Und dann ist da noch die fehlende Breite und Qualität in der Defensive, wie der Auftritt von Marius Wolf gegen Heidenheim symbolisierte. In der Klub-Führung soll man diesbezüglich unterschiedliche Auffassungen haben.
"Sport1" berichtet gar von „atmosphärischen Störungen in der Chefetage". Es herrsche eine "toxische und hochexplosive Lage".
Wohl auch deshalb kündigte Boss Watzke an, die Geschehnisse in der Länderspielpause mit Kehl und Terzic aufzuarbeiten. Letzterer dürfte sich dann auch rechtfertigen müssen, warum er beispielsweise den formschwachen Sebastien Haller nicht längst vom Feld genommen hatte, ehe dieser den entscheidenden Elfmeter gegen Heidenheim verursachen konnte.
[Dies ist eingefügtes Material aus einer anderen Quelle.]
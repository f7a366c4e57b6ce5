/**
 * The few statistics the re-aeration analysis needs: the Student t quantile for confidence
 * intervals, and a small dense solve. Written here because the only packages that offer them are
 * large general statistics libraries.
 */

const LANCZOS_G = 7;
const LANCZOS = [
	0.99999999999980993, 676.5203681218851, -1259.1392167224028, 771.32342877765313, -176.61502916214059, 12.507343278686905,
	-0.13857109526572012, 9.9843695780195716e-6, 1.5056327351493116e-7
];

/**
 * ln Γ(x) for x > 0 by the Lanczos approximation (g = 7, nine coefficients), relative error
 * about 1e-15 for x ≥ 0.5; below that through the reflection Γ(x)Γ(1−x) = π / sin(πx).
 *
 * Example: lnGamma(5) → ln 24 = 3.1780538…
 */
export function lnGamma(x: number): number {
	if (x < 0.5) return Math.log(Math.PI / Math.sin(Math.PI * x)) - lnGamma(1 - x);
	const z = x - 1;
	let a = LANCZOS[0];
	const t = z + LANCZOS_G + 0.5;
	for (let i = 1; i < LANCZOS.length; i++) a += LANCZOS[i] / (z + i);
	return 0.5 * Math.log(2 * Math.PI) + (z + 0.5) * Math.log(t) - t + Math.log(a);
}

/** Continued fraction of the incomplete beta function (modified Lentz), Abramowitz & Stegun 26.5.8. */
function betaContinuedFraction(a: number, b: number, x: number): number {
	const tiny = 1e-300;
	let c = 1;
	let d = 1 - ((a + b) * x) / (a + 1);
	if (Math.abs(d) < tiny) d = tiny;
	d = 1 / d;
	let h = d;
	for (let m = 1; m <= 500; m++) {
		const m2 = 2 * m;
		let aa = (m * (b - m) * x) / ((a - 1 + m2) * (a + m2));
		d = 1 + aa * d;
		if (Math.abs(d) < tiny) d = tiny;
		c = 1 + aa / c;
		if (Math.abs(c) < tiny) c = tiny;
		d = 1 / d;
		h *= d * c;
		aa = (-(a + m) * (a + b + m) * x) / ((a + m2) * (a + 1 + m2));
		d = 1 + aa * d;
		if (Math.abs(d) < tiny) d = tiny;
		c = 1 + aa / c;
		if (Math.abs(c) < tiny) c = tiny;
		d = 1 / d;
		const del = d * c;
		h *= del;
		if (Math.abs(del - 1) < 1e-15) break;
	}
	return h;
}

/** Regularised incomplete beta function I_x(a, b), 0 ≤ x ≤ 1. */
export function regularizedIncompleteBeta(x: number, a: number, b: number): number {
	if (x <= 0) return 0;
	if (x >= 1) return 1;
	const front = Math.exp(lnGamma(a + b) - lnGamma(a) - lnGamma(b) + a * Math.log(x) + b * Math.log(1 - x));
	// the fraction converges fast only on this side of the mean; use the symmetry otherwise
	if (x < (a + 1) / (a + b + 2)) return (front * betaContinuedFraction(a, b, x)) / a;
	return 1 - (front * betaContinuedFraction(b, a, 1 - x)) / b;
}

/**
 * Student t cumulative distribution with ν degrees of freedom:
 * F(t) = 1 − ½ I_{ν/(ν+t²)}(ν/2, ½) for t ≥ 0, and F(−t) = 1 − F(t).
 */
export function studentTCdf(t: number, dof: number): number {
	const tail = 0.5 * regularizedIncompleteBeta(dof / (dof + t * t), dof / 2, 0.5);
	return t >= 0 ? 1 - tail : tail;
}

/**
 * Quantile of the Student t distribution: the t with F(t) = p, by bisection on the CDF
 * (monotone, so bisection cannot fail; 200 halvings reach double precision).
 *
 * Example: studentTQuantile(0.975, 10) → 2.2281…
 */
export function studentTQuantile(p: number, dof: number): number {
	if (!(p > 0 && p < 1)) throw new Error('studentTQuantile needs 0 < p < 1');
	if (!(dof > 0)) throw new Error('studentTQuantile needs dof > 0');
	if (p === 0.5) return 0;
	if (p < 0.5) return -studentTQuantile(1 - p, dof);
	let lo = 0;
	let hi = 1;
	while (studentTCdf(hi, dof) < p) hi *= 2;
	for (let i = 0; i < 200 && hi - lo > 1e-14 * hi; i++) {
		const mid = 0.5 * (lo + hi);
		if (studentTCdf(mid, dof) < p) lo = mid;
		else hi = mid;
	}
	return 0.5 * (lo + hi);
}

/**
 * Solve the small dense system A x = b by Gaussian elimination with partial pivoting; returns
 * null when A is singular to working precision. A is row-major n×n and is not modified.
 */
export function solveDense(A: number[][], b: number[]): number[] | null {
	const n = b.length;
	const M = A.map((row, i) => [...row, b[i]]);
	let scale = 0;
	for (const row of A) for (const v of row) scale = Math.max(scale, Math.abs(v));
	if (scale === 0) return null;
	for (let k = 0; k < n; k++) {
		let p = k;
		for (let i = k + 1; i < n; i++) if (Math.abs(M[i][k]) > Math.abs(M[p][k])) p = i;
		if (Math.abs(M[p][k]) <= 1e-14 * scale) return null;
		[M[k], M[p]] = [M[p], M[k]];
		for (let i = k + 1; i < n; i++) {
			const f = M[i][k] / M[k][k];
			for (let j = k; j <= n; j++) M[i][j] -= f * M[k][j];
		}
	}
	const x = new Array<number>(n).fill(0);
	for (let i = n - 1; i >= 0; i--) {
		let s = M[i][n];
		for (let j = i + 1; j < n; j++) s -= M[i][j] * x[j];
		x[i] = s / M[i][i];
	}
	return x;
}

/** Inverse of a small dense matrix, or null if singular. */
export function invertDense(A: number[][]): number[][] | null {
	const n = A.length;
	const cols: number[][] = [];
	for (let j = 0; j < n; j++) {
		const e = new Array<number>(n).fill(0);
		e[j] = 1;
		const c = solveDense(A, e);
		if (!c) return null;
		cols.push(c);
	}
	return A.map((_, i) => cols.map((c) => c[i]));
}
Mit Julian Nagelsmann geistert längst ein prominenter Name für die mögliche Terzic-Nachfolge durch die Medien. Einer, der unbelastet den Karren aus dem Dreck ziehen könnte. Ist Terzics Uhr abgelaufen?
Noch hält Watzke an seinem Herzensprojekt fest. Sollte aber nach der Länderspielpause gegen den SC Freiburg kein Aufwärtstrend zu erkennen sein, dürfte wohl auch der BVB-Boss irgendwann die Nostalgie-Brille ablegen. Gepaart mit der Erkenntnis, dass es einen Jürgen Klopp 2.0 eben niemals geben wird.